8.4.15

by | Aug 4, 2015

Here is an image from a collection taken for a brochure printed in the middle 1980s. It shows me and my Bike Machinery Braze-on-Mobile. They didn’t call it that, I did. For a brief moment in time, the only thing I wanted more than the ability it took to be a better framebuilder was to have function-specific fixtures around that appeared in all shots taken in my studio, regardless of where the photographer was perched.

I had been to Italy three times between 1979 and 1985, and visited/toured/been escorted through and around every framebuilding shop that mattered to me. All of it was eons away from my simple beginnings in Southeast London where neither a power cord nor a precision measuring device would be in anyone’s line of sight.

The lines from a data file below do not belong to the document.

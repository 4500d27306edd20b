import { useState } from 'react';
import { currencySign, formatAmount, formatMoney, minorDigits } from '../lib/money';
import { readAmount } from '../lib/read-amount';
import { TextField } from './field';

interface MoneyInputProps {
  label: string;
  /** Form field name: holds plain decimal text such as "1234.56", or "" while nothing readable is typed. */
  name: string;
  currency: string;
  /** Decimal text to begin with. */
  defaultValue?: string;
  help?: string;
  error?: string;
  required?: boolean;
  /** Called with decimal text whenever what was typed can be read, with "" otherwise. */
  onAmount?: (amount: string) => void;
}

/** Takes money as people write it ("1 234,56", "1.234,56", "1,234.56") and says below how it was read. */
export function MoneyInput({
  label,
  name,
  currency,
  defaultValue,
  help,
  error,
  required,
  onAmount,
}: MoneyInputProps) {
  const [typed, setTyped] = useState(() =>
    defaultValue ? formatAmount({ amount: defaultValue, currency }) : '',
  );
  const [changed, setChanged] = useState(false);
  const [left, setLeft] = useState(false);
  const read = readAmount(typed, minorDigits(currency));
  const amount = 'amount' in read ? read.amount : '';
  const problem = left && typed.trim() !== '' && 'problem' in read ? read.problem : undefined;

  function change(text: string) {
    setTyped(text);
    setChanged(true);
    const next = readAmount(text, minorDigits(currency));
    onAmount?.('amount' in next ? next.amount : '');
  }

  return (
    <>
      <TextField
        label={label}
        inputMode="decimal"
        autoComplete="off"
        value={typed}
        unit={currencySign(currency)}
        required={required}
        error={problem ?? error}
        help={changed && amount ? `Read as ${formatMoney({ amount, currency })}` : help}
        onChange={(event) => change(event.target.value)}
        onBlur={() => setLeft(true)}
      />
      <input type="hidden" name={name} value={amount} />
    </>
  );
}
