import { Fragment } from 'react';
import styled from 'styled-components';
import { Select } from './field';
import type { Column, Sort, TableProps } from './table';

/** The rows of a table as a list: title and figure on the first line, details on the second. */
export function NarrowTable<Row>({
  caption,
  columns,
  rows,
  rowKey,
  sort,
  onSort,
  selectedKey,
}: TableProps<Row>) {
  const at = (place: Column<Row>['narrow']) => columns.filter((column) => placeOf(column) === place);
  return (
    <>
      {sort && onSort && <SortChoice {...{ columns, sort, onSort }} />}
      <ul aria-label={caption}>
        {rows.map((row) => (
          <Item key={rowKey(row)} data-selected={rowKey(row) === selectedKey || undefined}>
            <Title>
              {at('title').map((column) => (
                <span key={column.id}>{column.cell(row)}</span>
              ))}
            </Title>
            <End>
              {at('end').map((column) => (
                <span key={column.id}>
                  <span className="visually-hidden">{column.header}: </span>
                  {column.cell(row)}
                </span>
              ))}
            </End>
            <Details>
              {at('detail').map((column, index) => (
                <Fragment key={column.id}>
                  {index > 0 && <span aria-hidden> · </span>}
                  <span>{column.cell(row)}</span>
                </Fragment>
              ))}
            </Details>
            <Tags>
              {at('tag').map((column) => (
                <span key={column.id}>{column.cell(row)}</span>
              ))}
            </Tags>
          </Item>
        ))}
      </ul>
    </>
  );
}

function placeOf<Row>(column: Column<Row>): Column<Row>['narrow'] {
  return column.narrow ?? (column.rowHeader ? 'title' : 'detail');
}

function SortChoice<Row>({
  columns,
  sort,
  onSort,
}: {
  columns: readonly Column<Row>[];
  sort: Sort;
  onSort: (sort: Sort) => void;
}) {
  const options = columns
    .filter((column) => column.sortable)
    .flatMap(({ id, header }) => [
      { value: `${id} asc`, label: `${header}, rising` },
      { value: `${id} desc`, label: `${header}, falling` },
    ]);
  return (
    <Choice>
      <Select
        aria-label="Sort by"
        options={options}
        value={`${sort.id} ${sort.direction}`}
        onChange={(event) => {
          const [id, direction] = event.target.value.split(' ') as [string, Sort['direction']];
          onSort({ id, direction });
        }}
      />
    </Choice>
  );
}

const Choice = styled.div`
  padding: 8px 16px;
  border-bottom: 1px solid var(--mw-line);
`;

const Item = styled.li`
  display: grid;
  grid-template-columns: minmax(0, 1fr) auto;
  gap: 2px 12px;
  min-height: 44px;
  padding: 10px 16px;
  border-bottom: 1px solid var(--mw-line);
  &[data-selected] {
    background: var(--mw-rod-soft);
    box-shadow: inset 4px 0 0 var(--mw-rod-edge);
  }
`;

const Title = styled.div`
  display: flex;
  flex-wrap: wrap;
  gap: 0 8px;
  font-weight: 600;
  a {
    color: inherit;
    text-decoration: none;
  }
`;

const End = styled.div`
  text-align: right;
  font-weight: 600;
`;

const Details = styled.div`
  font-size: 13px;
  color: var(--mw-ink-2);
`;

const Tags = styled.div`
  display: flex;
  flex-wrap: wrap;
  gap: 4px;
  justify-content: flex-end;
`;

To bolster my self-esteem, I spent money. Lots of money. I set as my goal to have a workspace completely outfitted with all the Italian machinery necessary to make one frame (or sometimes two, or maybe three…) at a time supremely well and without compromise. I envisioned an environment that suggested “Radiology” rather than “Abortion Clinic” to anyone with a lens. My head was in such a place that the only way to make this happen was to buy my way out of those earlier years and ready myself for what would come next.

My aforementioned ability eventually improved. But I can’t hang that hat on any tool folly. The skill and intuitive sense I yearned for would only come by standing at the bench and making a bicycle frame, and then coming back the next day and doing it again.